OK, I've had to deal with numerous trojan infections on my sons' machines over the years, ad a few on my Mom's machine, as well (usually thanks to my youngest being a bit overzealous about installing downloaded programs). It's always a pain, and I'm always reminded, when I begin the long task of recovering from these infected computers, of the severe lack of effective tools when it comes to dealing with the problem.

Perhaps the biggest problem is that the evil people designing malware are just too smart, but it amazes me how spotty the anti-malware/trojan tools really are.

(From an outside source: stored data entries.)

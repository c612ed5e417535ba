import { type ReactNode, useState } from "react";

/** A fold whose content is made only while it is open: figures and long tables cost nothing behind a closed one. */
export function DrawnFold({
  name,
  fact,
  children,
}: {
  name: ReactNode;
  fact?: ReactNode;
  children: () => ReactNode;
}) {
  const [open, setOpen] = useState(false);
  return (
    <details className="fold" open={open} onToggle={(event) => setOpen(event.currentTarget.open)}>
      <summary>
        <span>{name}</span>
        {fact !== undefined && <span className="fold-fact">{fact}</span>}
      </summary>
      {open && <div className="fold-body">{children()}</div>}
    </details>
  );
}
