import { describe, expect, it } from "vitest";
import { relativeLine, zeroOfLine } from "../../../src/core/decay/relativeLine.ts";
import { straightLine } from "../../../src/core/decay/straightLine.ts";
import { isEstimate } from "../../../src/core/quantity.ts";
import numpy from "../../reference/scipy/lines.json" with { type: "json" };
import { expectClose } from "../../support/expectClose.ts";

const rounding = { relative: 1e-11, absolute: 1e-13, because: "two correct double computations" };

describe(`straight lines against ${numpy.made_with}`, () => {
  it.each(
    numpy.lines.map(
      (line) => [line.x.length, line.error === null ? "alike" : "by their errors", line] as const,
    ),
  )("through %d points, weighed %s", (_, _how, line) => {
    const found = straightLine(line.x, line.y, line.error);
    expectClose(found?.intercept, line.intercept, rounding);
    expectClose(found?.slope, line.slope, rounding);
    expectClose(found?.varianceOfIntercept, line.covariance[0], rounding);
    expectClose(found?.covariance, line.covariance[1], rounding);
    expectClose(found?.varianceOfSlope, line.covariance[3], rounding);
    expectClose(found?.sum, line.sum, { ...rounding, absolute: 1e-12 });
    expect(found?.freedom).toBe(line.x.length - 2);
  });
});

it("there is no line through points at one x", () => {
  expect(straightLine([2, 2, 2], [1, 2, 3], null)).toBeNull();
  expect(straightLine([2], [1], [0.1])).toBeNull();
});

describe("a line through values of known relative error", () => {
  const x = [1, 2, 3, 4, 5, 6];
  it("is exact on an exact line, its variances those of errors taken of the line", () => {
    const y = x.map((at) => 2 * (at - 0.5));
    const errors = x.map(() => 0.1);
    const found = relativeLine(x, y, errors);
    const plain = straightLine(
      x,
      y,
      y.map((value) => 0.1 * value),
    );
    expectClose(found?.slope, 2, rounding);
    expectClose(found?.varianceOfSlope, plain?.varianceOfSlope ?? 0, rounding);
  });
  it("is its own fixed point: another round with the errors of the line itself leaves it", () => {
    const y = [1.1, 2.7, 5.4, 6.6, 9.5, 10.6];
    const errors = [0.1, 0.12, 0.09, 0.1, 0.11, 0.1];
    const found = relativeLine(x, y, errors);
    if (found === null) throw new Error("no line");
    const again = straightLine(
      x,
      y,
      errors.map((error, i) => error * (found.intercept + found.slope * x[i])),
    );
    const close = { relative: 1e-3, because: "three rounds, each of which shrinks the change tenfold" };
    expectClose(again?.slope, found.slope, close);
    expectClose(again?.intercept, found.intercept, close);
    // with errors of the scattered values themselves low ones would weigh too much
    const naive = straightLine(
      x,
      y,
      errors.map((error, i) => error * y[i]),
    );
    expect(Math.abs((naive?.slope ?? 0) - found.slope)).toBeGreaterThan(0.005);
  });
  it("weighs alike without errors", () => {
    const y = [1, 3, 2, 5, 4, 7];
    expect(relativeLine(x, y, null)).toEqual(straightLine(x, y, null));
  });
  it("keeps its first weights where the line itself falls below zero among the points", () => {
    const y = [0.01, 0.02, 0.01, 3, 6, 9];
    const errors = [0.5, 0.5, 0.5, 0.01, 0.01, 0.01];
    const found = relativeLine(x, y, errors);
    expect(found?.slope).toBeGreaterThan(0);
    expect(Number.isFinite(found?.intercept)).toBe(true);
  });
});

describe("the zero of a line", () => {
  const line = straightLine([1, 2, 3, 4, 5], [1.2, 3.9, 6.1, 8.2, 9.7], [0.3, 0.3, 0.3, 0.3, 0.3]);
  if (line === null) throw new Error("no line");
  it.each([
    [1.96, 1],
    [3.18, 1.7],
  ])("lies between the x at which the line is %d errors from zero (Fieller 1954)", (t, variance) => {
    const zero = zeroOfLine(line, t, variance, "");
    if (!isEstimate(zero) || zero.low === null || zero.high === null) throw new Error("no interval");
    expectClose(line.intercept + line.slope * zero.value, 0, { absolute: 1e-12, because: "its definition" });
    expect(zero.low).toBeLessThan(zero.value);
    expect(zero.high).toBeGreaterThan(zero.value);
    for (const x of [zero.low, zero.high]) {
      const square = line.varianceOfIntercept + 2 * x * line.covariance + x * x * line.varianceOfSlope;
      expectClose((line.intercept + line.slope * x) ** 2, t * t * variance * square, {
        relative: 1e-9,
        because: "the definition of the interval",
      });
    }
  });
  it("has no ends where a slope of zero is not excluded, and says why", () => {
    const t = (1.01 * Math.abs(line.slope)) / Math.sqrt(line.varianceOfSlope);
    const zero = zeroOfLine(line, t, 1, "flat");
    expect(zero).toEqual({
      value: -line.intercept / line.slope,
      low: null,
      high: null,
      why_low: "flat",
      why_high: "flat",
    });
  });
});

Hijackthis is always lauded for being such a great tool, yet all too often, checking "fix" to disable a startup item results in no action whatsoever. Most antivirus and anti-malware apps have also become victim of the "cry wolf" syndrome, insisting that many legit programs are some sort of virus-infected apps, because they may be keygens or patchers (yeah, yeah, piracy is bad, whatever, my antivirus program shouldn't be giving me inaccurate information, at any rate.). Worse, many of the apps never do a damn thing when a trojan "tweaks" policies or registry entries to disable programs.

On a recent recovery operation, MalwareBytes came through in spades (after I had manually cleaned out the trojan executables), discovering some confounding registry entries that were causing many critical apps to fail, including my antivirus app!! Made aware of this incredibly dangerous registry entry, I've decided to create my own tool, HeatSeeker, to ferret out applications that perform suspicious hooks into the system and give those of us with some bit of knowledge, a more powerful tool in rooting out infections.

I'm currently working on it, so that's all I'll say for now, but expect a post here in a few weeks. My idea is simply to suppliment the existing tools, with an app you run in Safe Mode/Administrator to find anything suspicious, and present the user with a list, and REAL INFORMATION that will allow them to make a semi-informed decision. I expect to delve deep into the internal functions of Windows to figure out what apps might be dangerous, remove those files and registry entries, and give you a fighting chance to recover your system without having to re-install Windows. Files marked as  hidden, or with permissions tweaked to prevent their access will no longer be a problem.

In short, I'm sick of getting punked by the scum that write these apps, and I'm fighting back.

How will this tool be used? As I stated above, you'll run this in SAFE MODE, and after it provides a list of potential villians, you'll "fix" those villians and then run your normal suite of antivirus/malware tools to clean out the rest of it. Ideally, I'd also like to add in lspfix functionality (for trojans that hook into your network stack) and even the ability to read registry hives directly (so you can run this from a "bootable windows" disc)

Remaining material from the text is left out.